Alsophila alpina

Scientific classification
- Kingdom: Plantae
- Clade: Tracheophytes
- Division: Polypodiophyta
- Class: Polypodiopsida
- Order: Cyatheales
- Family: Cyatheaceae
- Genus: Alsophila
- Species: A. alpina
- Binomial name: Alsophila alpina Alderw.
- Synonyms: Cyathea trachypoda Alderw. ; Cyathea alpicola Domin ; Cyathea alpina (Alderw.) Alderw. (non Cyathea alpina Roth) ;

= Alsophila alpina =

- Genus: Alsophila (plant)
- Species: alpina
- Authority: Alderw.

Species of fern

Alsophila alpina, synonym Cyathea alpicola, is a species of tree fern native to central Sumatra, where it grows in montane rain forest at an altitude of 2000–2750 m. The erect trunk can reach 5 m or more in height. Fronds are bi- or tripinnate and usually 2–3 m long. They have a tendency to persist on the plant after withering, forming an irregular skirt around the trunk.
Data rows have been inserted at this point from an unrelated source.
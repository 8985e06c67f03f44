import { route } from '@/lib/http';
import { requireUser } from '@/lib/auth/guard';

export const GET = route(async () => {
  const user = await requireUser();
  return Response.json({ id: user.id, name: user.name, email: user.email, roles: user.roles });
});
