function buildScale(mode: PreviewMode, data: Preview, times: (number | null)[]): ModeScale {
  const title = `${PREVIEW_MODES[mode].label}, ${PREVIEW_MODES[mode].unit}`;
  if (mode === 'flow') {
    return {
      edges: data.flowBucketsMm3s,
      colour: flowColour,
      bandOf: (_li, _k, bucket) => bucket,
      legend: legendBands(data.bucketLengthMm).map(({ i, len }) => ({ band: i, label: bucketLabel(data.flowBucketsMm3s, i), amount: `${(len / 1000).toFixed(1)} m` })),
      title,
      missing: null,
    };
  }
  if (mode === 'layerTime') {
    const known = times.filter((t): t is number => t !== null);
    if (!known.length) return { edges: [], colour: bandColour, bandOf: () => -1, legend: [], title, missing: 'The inspection report has no layer times for this file.' };
    const range = robustRange(known.map((v) => ({ v, w: 1 })))!;
    const edges = niceBands(range.min, range.max);
    const open = { low: range.below, high: range.above };
    const count = new Array<number>(edges.length).fill(0);
    for (const t of known) count[bandOf(edges, t)]++;
    return {
      edges,
      colour: (b) => spreadColour(b, edges.length),
      bandOf: (li) => (times[li] === null ? -1 : bandOf(edges, times[li]!)),
      legend: edges.map((_, i) => ({ band: i, label: bandLabel(edges, i, open), amount: `${count[i]} layer${count[i] === 1 ? '' : 's'}` })),
      title,
      missing: null,
    };
  }
  // Speed and line width: one value per record (format-3 previews).
  if (!data.layers.some((l) => l.props?.length)) {
    return { edges: [], colour: bandColour, bandOf: () => -1, legend: [], title, missing: 'This preview was kept before speeds and line widths were recorded: use “Inspect again” to colour by them.' };
  }
  const values: (number | null)[][] = data.layers.map((l) => {
    const out: (number | null)[] = [];
    if (!l.props) return out;
    forEachRecord(l, (k) => out.push(mode === 'speed' ? recordSpeedMms(l.props!, k) : recordWidthMm(l.props!, k, l.heightMm)));
    return out;
  });
  const weighted: { v: number; w: number }[] = [];
  data.layers.forEach((l, li) => forEachRecord(l, (k, _b, _s, _n, len) => {
    const v = values[li][k];
    if (v !== null && v !== undefined) weighted.push({ v, w: Math.max(len, 1) });
  }));
  const range = robustRange(weighted);
  if (!range) return { edges: [], colour: bandColour, bandOf: () => -1, legend: [], title, missing: 'This file has no extruding moves with a value to colour.' };
  const edges = niceBands(range.min, range.max);
  const open = { low: range.below, high: range.above };
  const lenMm = new Array<number>(edges.length).fill(0);
  for (const { v, w } of weighted) lenMm[bandOf(edges, v)] += w * data.unitMm;
  return {
    edges,
    colour: (b) => spreadColour(b, edges.length),
    bandOf: (li, k) => {
      const v = values[li]?.[k];
      return v === null || v === undefined ? -1 : bandOf(edges, v);
    },
    legend: edges.map((_, i) => ({ band: i, label: bandLabel(edges, i, open), amount: `${(lenMm[i] / 1000).toFixed(1)} m` })),
    title,
    missing: null,
  };
}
This species has a spiny stipe, which is covered with a woolly layer of scales. There appear to be two forms with different scales; either dark glossy brown with a broad paler margin and fragile edges, or small, brown and finely fringed. Sori are covered by thin, fragile indusia and occur near the midvein of fertile pinnules. The closest relative of A. alpicola is thought to be Alsophila polycarpa, which differs by lacking spines altogether. Alsophila macropoda and Alsophila magnifolia may also be closely allied with this species.